The first instalment of Jenny Diski’s reflections on her recent cancer diagnosis has appeared in The London Review of Books (http://www.lrb.co.uk/v36/n17/jenny-diski/a-diagnosis).
It is essential reading.
I have always loved Diski’s writing (Skating to Antartica particularly). I read the current article – ‘A Diagnosis’ – with sadness, but also with joy. It is vitally Diski – funny, brave and real – and I am grateful that when faced with the challenge of dealing with her recent cancer diagnosis, she decided to share her experience.
She asks the question:
‘A fucking cancer diary? Another fucking cancer diary… Can there possibly be anything new to add?’
Yes. Diaries afford the possibility of witnessing the experiences of others, and although experiences may overlap and share some similarities, each individual one is unique and invaluable as a direct result of its very subjectivity. Thus, each personal experience is by definition original and irreproducible.
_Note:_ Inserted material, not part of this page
/** The most points a criterion can be given; apart from the schemas, so that an island need not carry them. */
export const MOST_POINTS = 100;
The value of reporting such experiences is that, although we cannot truly share them, as invited readers we can listen, witness and hopefully affirm the living of another. Michael Palin speaks of diaries as the antidote of hindsight. Which they are, and as the nearest expression we can get to the possibility of understanding what it might be to exist in someone else’s shoes, they can be the most invaluable and authentic of literary forms.
Especially from Jenny Diski’s pen.
‘The future flashed before my eyes in all its pre-ordained banality. Embarrassment, at first, to the exclusion of all other feelings. But embarrassment curled at the edges with a weariness, the sort that comes over you when you are set on a track by something outside your control, and which, although it is not your experience, is so known in all its cultural forms that you could unscrew the cap of the pen in your hand and jot down in the notebook on your lap every single thing that will happen and everything that will be felt for the foreseeable future.’
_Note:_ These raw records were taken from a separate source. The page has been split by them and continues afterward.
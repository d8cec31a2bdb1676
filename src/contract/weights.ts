import { MOST_POINTS } from './points.ts';
import { z } from './zod.ts';

/** Whose weights: the study's, which a lead sets and everyone sees, or the member's own. */
export const WeightsOf = z.enum(['study', 'mine']);
export type WeightsOf = z.infer<typeof WeightsOf>;

export const WeightsQuery = z.object({ weights: WeightsOf.default('study') });

/** Points by criterion id; a criterion without any has 0. */
const Points = z.record(
  z.uuid(),
  z
    .number('Enter a number.')
    .min(0, `Points run from 0 to ${MOST_POINTS}.`)
    .max(MOST_POINTS, `Points run from 0 to ${MOST_POINTS}.`),
);

export const Weights = z
  .object({
    weights: WeightsOf,
    points: Points,
    /** Points over their sum; null where every criterion has 0 points. */
    shares: z.record(z.uuid(), z.number()).nullable(),
    /** 0 where the set has never been saved: then a member's own starts from the study's. */
    version: z.int(),
  })
  .meta({ id: 'Weights' });
export type Weights = z.infer<typeof Weights>;

export const WeightsInput = z
  .strictObject({ points: Points, version: z.int().min(0).optional() })
  .meta({ id: 'WeightsInput' });
export type WeightsInput = z.infer<typeof WeightsInput>;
The ‘Onc Doc’ slipped in at the outset that the goal was ‘to treat, not to cure’. It is salutary to consider both what is often said and what is mostly unspoken during this most critical of person-to-person interactions. Raymond Carver’s poem on the same topic of cancer diagnosis comes to mind:
What The Doctor Said
He said it doesn’t look good
he said it looks bad in fact real bad
he said I counted thirty-two of them on one lung before
I quit counting them…
… and he said something else
I didn’t catch and not knowing what else to do
and not wanting him to have to repeat it
and me to have to fully digest it
I just looked at him
for a minute and he looked back it was then
I jumped up and shook hands with this man who’d just given me
something no one else on earth had ever given me
I may have even thanked him habit being so strong
Diski also reflects on the doctor/patient relationship:
‘It’s quite hard to rapidly absorb the notion that someone forecasting your fairly imminent death might not be your enemy.’
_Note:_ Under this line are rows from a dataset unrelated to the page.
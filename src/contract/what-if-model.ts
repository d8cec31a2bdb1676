/* A what-if worked out beside the study's ranking: the one way, for the screen, the server and the tests. */
import { figureFaults } from '#core/decision/entered-figure.ts';
import { keptParticulars } from './figure.ts';
import type { RankingModel } from './ranking-model.ts';
import type { RankingCell, RankingFigures, RankingSite } from './ranking.ts';
import type { FigureParticulars } from './site.ts';
import { weighNow } from './weighing.ts';
import type { WeightStatement } from './weights.ts';
import type { WhatIfChanges } from './what-if.ts';

type TriedFigure = WhatIfChanges['figures'][number];

/** Entries of a what-if that count for nothing now: their site or criterion has gone, or takes no such figure. */
export interface Ignored {
  /** Criterion and group ids that points, an order or judgements name. */
  weights: string[];
  /** Criterion ids. */
  limits: string[];
  figures: TriedFigure[];
  /** Site ids. */
  leftOut: string[];
}

export interface AppliedWhatIf {
  figures: RankingFigures;
  statement: WeightStatement;
  ignored: Ignored;
  /** Criteria and groups that the what-if's own weights say nothing of: they came to the study after it. */
  unweighed: string[];
}

export const NO_CHANGES: WhatIfChanges = { weights: null, limits: {}, figures: [], leftOut: [] };

export const changesNothing = ({ weights, limits, figures, leftOut }: WhatIfChanges): boolean =>
  weights === null && Object.keys(limits).length === 0 && figures.length === 0 && leftOut.length === 0;

export const countIgnored = ({ weights, limits, figures, leftOut }: Ignored): number =>
  weights.length + limits.length + figures.length + leftOut.length;

/**
 * The study's figures and weights with a what-if's changes made to them. Levels taken from the candidates follow the
 * sites and figures that are left.
 * @param statement the study's; it counts where the what-if says nothing of weights
 */
export function applyWhatIf(
  figures: RankingFigures,
  statement: WeightStatement,
  changes: WhatIfChanges,
): AppliedWhatIf {
  const { figures: changed, ignored } = changedFigures(figures, changes);
  const { gone, ...weighed } = changedWeights(figures.criteria, statement, changes.weights);
  return { figures: changed, ...weighed, ignored: { ...ignored, weights: gone } };
}

/** The weights alone; `gone` are ids they name that are weighed no more. */
export function changedWeights(
  criteria: RankingFigures['criteria'],
  statement: WeightStatement,
  weights: WhatIfChanges['weights'],
): Pick<AppliedWhatIf, 'statement' | 'unweighed'> & { gone: string[] } {
  if (!weights) return { statement, unweighed: [], gone: [] };
  const weighable = new Set(criteria.flatMap(({ id, groupId }) => [id, groupId]));
  return {
    statement: weights,
    unweighed: weighNow(criteria, weights).levels.flatMap(({ unjudged }) => unjudged),
    gone: idsNamedBy(weights).filter((id) => !weighable.has(id)),
  };
}

/** Ids that a statement says something of by its own method, each once. */
export function idsNamedBy({ method, points, order, judgements }: WeightStatement): string[] {
  if (method === 'centroid') return [...new Set(order)];
  if (method === 'pairwise') return [...new Set(judgements.flatMap(([a, b]) => [a, b]))];
  return Object.keys(points);
}

/** All but the weights; apart, so that moving a weight need not value every figure anew. */
export function changedFigures(
  figures: RankingFigures,
  { limits, figures: tried, leftOut }: Omit<WhatIfChanges, 'weights'>,
): { figures: RankingFigures; ignored: Omit<Ignored, 'weights'> } {
  const siteAt = placesOf(figures.sites.map(({ siteId }) => siteId));
  const criterionAt = placesOf(figures.criteria.map(({ id }) => id));
  const enterable = (id: string): boolean =>
    ['entered', 'rating'].includes(figures.criteria[criterionAt.get(id) ?? -1]?.source ?? '');
  const out = new Set(leftOut.filter((id) => siteAt.has(id)));
  const counts = ({ siteId, criterionId }: TriedFigure): boolean =>
    siteAt.has(siteId) && enterable(criterionId);
  const limited: RankingFigures = {
    ...figures,
    criteria: figures.criteria.map((criterion) => {
      const limit = limits[criterion.id];
      return limit === undefined ? criterion : { ...criterion, limit };
    }),
  };
  const width = figures.criteria.length;
  const cellOf = ({ siteId, criterionId }: TriedFigure): number =>
    (siteAt.get(siteId) ?? 0) * width + (criterionAt.get(criterionId) ?? 0);
  const entered: Tried = new Map(tried.filter(counts).map((one) => [cellOf(one), one.value]));
  return {
    figures: without(out, replaced(limited, entered)),
    ignored: {
      limits: Object.keys(limits).filter((id) => !criterionAt.has(id)),
      figures: tried.filter((one) => !counts(one)),
      leftOut: leftOut.filter((id) => !siteAt.has(id)),
    },
  };
}

/** Tried figures by their place in the table: site × count of criteria + criterion. */
type Tried = ReadonlyMap<number, number | null>;

const placesOf = (ids: readonly string[]): Map<string, number> => new Map(ids.map((id, at) => [id, at]));

function replaced(figures: RankingFigures, tried: Tried): RankingFigures {
  if (tried.size === 0) return figures;
  const width = figures.criteria.length;
  const rows = new Set([...tried.keys()].map((at) => Math.floor(at / width)));
  return {
    ...figures,
    cells: figures.cells.map((row, site) =>
      rows.has(site) ? row.map((cell, j) => valueIn(tried, site * width + j, cell)) : row,
    ),
    notes: figures.notes.filter(([site, j]) => !tried.has(site * width + j)),
    particulars: figures.particulars.flatMap((entry): RankingFigures['particulars'] => {
      const [site, j, known] = entry;
      const value = tried.get(site * width + j);
      if (value === undefined) return [entry];
      const { kept } = heldParticulars(value, known);
      return kept ? [[site, j, kept]] : [];
    }),
  };
}

/** Null is a figure tried too: none. */
function valueIn(tried: Tried, at: number, cell: RankingCell): RankingCell {
  const value = tried.get(at);
  return value === undefined ? cell : value;
}

function without(out: ReadonlySet<string>, figures: RankingFigures): RankingFigures {
  if (out.size === 0) return figures;
  const place = new Map<number, number>();
  figures.sites.forEach(({ siteId }, at) => {
    if (!out.has(siteId)) place.set(at, place.size);
  });
  const moved = <T extends [number, number, unknown]>(entries: readonly T[]): T[] =>
    entries.flatMap((entry) => {
      const [site, ...rest] = entry;
      const now = place.get(site);
      return now === undefined ? [] : [[now, ...rest] as unknown as T];
    });
  return {
    ...figures,
    sites: figures.sites.filter((_, at) => place.has(at)),
    cells: figures.cells.filter((_, at) => place.has(at)),
    notes: moved(figures.notes),
    particulars: moved(figures.particulars),
    evidence: moved(figures.evidence),
  };
}

/**
 * What is known of a figure that still holds beside another value: a low above it or a high below it falls away; without
 * a value everything does.
 */
export function heldParticulars(
  value: number | null,
  known: FigureParticulars,
): { kept: FigureParticulars | undefined; dropped: ('low' | 'high')[] } {
  const given = (['low', 'high'] as const).filter((part) => known[part] !== undefined);
  if (value === null) return { kept: undefined, dropped: given };
  const faults = figureFaults({ low: known.low, likely: value, high: known.high }, false);
  const dropped = given.filter((part) => faults.some((fault) => fault.part === part));
  const kept = Object.fromEntries(
    Object.entries(known).filter(([part]) => !dropped.some((one) => one === part)),
  );
  return { kept: keptParticulars(kept), dropped };
}

/** Where a site stands in a ranking, or that it is not in it. */
export type Standing =
  | { kind: 'ranked'; rank: number }
  | { kind: 'incomplete'; bestRank: number; worstRank: number }
  | { kind: 'set-aside' }
  | { kind: 'left-out' };

/** The changes without the entries that count for nothing now. */
export function withoutIgnored(changes: WhatIfChanges, ignored: Ignored): WhatIfChanges {
  const { weights } = changes;
  const known = (id: string): boolean => !ignored.weights.includes(id);
  return {
    weights: weights && {
      method: weights.method,
      points: Object.fromEntries(Object.entries(weights.points).filter(([id]) => known(id))),
      order: weights.order.filter(known),
      judgements: weights.judgements.filter(([a, b]) => known(a) && known(b)),
    },
    limits: Object.fromEntries(Object.entries(changes.limits).filter(([id]) => !ignored.limits.includes(id))),
    figures: changes.figures.filter((one) => !ignored.figures.includes(one)),
    leftOut: changes.leftOut.filter((id) => !ignored.leftOut.includes(id)),
  };
}

/** A site before and after; `place` is its place in the list it is read in, from 0, null where it is left out. */
export interface RankMove extends Pick<RankingSite, 'siteId' | 'code' | 'name'> {
  before: Standing;
  after: Standing;
  beforePlace: number;
  afterPlace: number | null;
  /** Places of the list risen, negative where fallen; 0 where the site is left out. */
  risen: number;
}

/** Every site of the study's ranking, in its order, with where it stands in the what-if's. */
export function rankMoves(before: RankingModel, after: RankingModel): RankMove[] {
  const there = new Map(
    after.rows.map((listed, place) => [after.figures.sites[listed.site]?.siteId ?? '', { listed, place }]),
  );
  return before.rows.flatMap((listed, beforePlace): RankMove[] => {
    const site = before.figures.sites[listed.site];
    if (!site) return [];
    const { siteId, code, name } = site;
    const now = there.get(siteId);
    return [
      {
        siteId,
        code,
        name,
        before: standingOf(listed),
        after: now ? standingOf(now.listed) : { kind: 'left-out' },
        beforePlace,
        afterPlace: now?.place ?? null,
        risen: now ? beforePlace - now.place : 0,
      },
    ];
  });
}

const standingOf = ({ site: _site, ...standing }: RankingModel['rows'][number]): Standing => standing;

/** Whether a site stands elsewhere than before: another rank, or another kind of standing. */
export const hasMoved = ({ before, after }: RankMove): boolean =>
  JSON.stringify(before) !== JSON.stringify(after);

const FIRST_MOVES = 12;
const MOST_MOVED = 6;

/** The moves worth drawing of a long list: the first twelve of either ranking, and the six others that moved most. */
export function shownMoves(moves: readonly RankMove[]): RankMove[] {
  const first = (place: number | null): boolean => place !== null && place < FIRST_MOVES;
  const isFirst = (move: RankMove): boolean => first(move.beforePlace) || first(move.afterPlace);
  const movedMost = moves
    .filter((move) => !isFirst(move) && hasMoved(move))
    .sort((a, b) => reach(b) - reach(a))
    .slice(0, MOST_MOVED);
  const shown = new Set(movedMost);
  return moves.filter((move) => isFirst(move) || shown.has(move));
}

/** A site that enters or leaves the list moves further than any that stays on it. */
const reach = ({ risen, afterPlace }: RankMove): number => (afterPlace === null ? Infinity : Math.abs(risen));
‘Sullen rudeness is a possible option handed to us cancerees.’
She considers the language used. When given a prognosis of ‘two-to-three-years’, what is actually being said? Is ‘Onc Doc’ favouring 2, or 3, with the extra year tagged on as a hopeful gesture? What does this timeframe meaningfully equate to in terms of how we normally live our lives:
‘Will the battery on the TV remote run out first?’
Suddenly thrown into another sphere, that of the ‘Cancer World’, Diski contemplates the role she may now be forced to play:
‘I am and have always been embarrassed by all social rituals that require me to participate in a predetermined script’.
‘Now I was faced with the prospect of a rather lengthy (in one view) public/private performance by which to be excruciated.’
She rejects metaphors of attack, and refuses to personify the cancer cells in her body:
‘Under no circumstances is anyone to say that I lost a battle with cancer. Or that I bore it bravely. I am not fighting, losing, winning or bearing.’
In the face of her diagnosis and all its inherent challenges, Diski answers her own question ‘why another cancer diary’. She is a writer. It is what she does.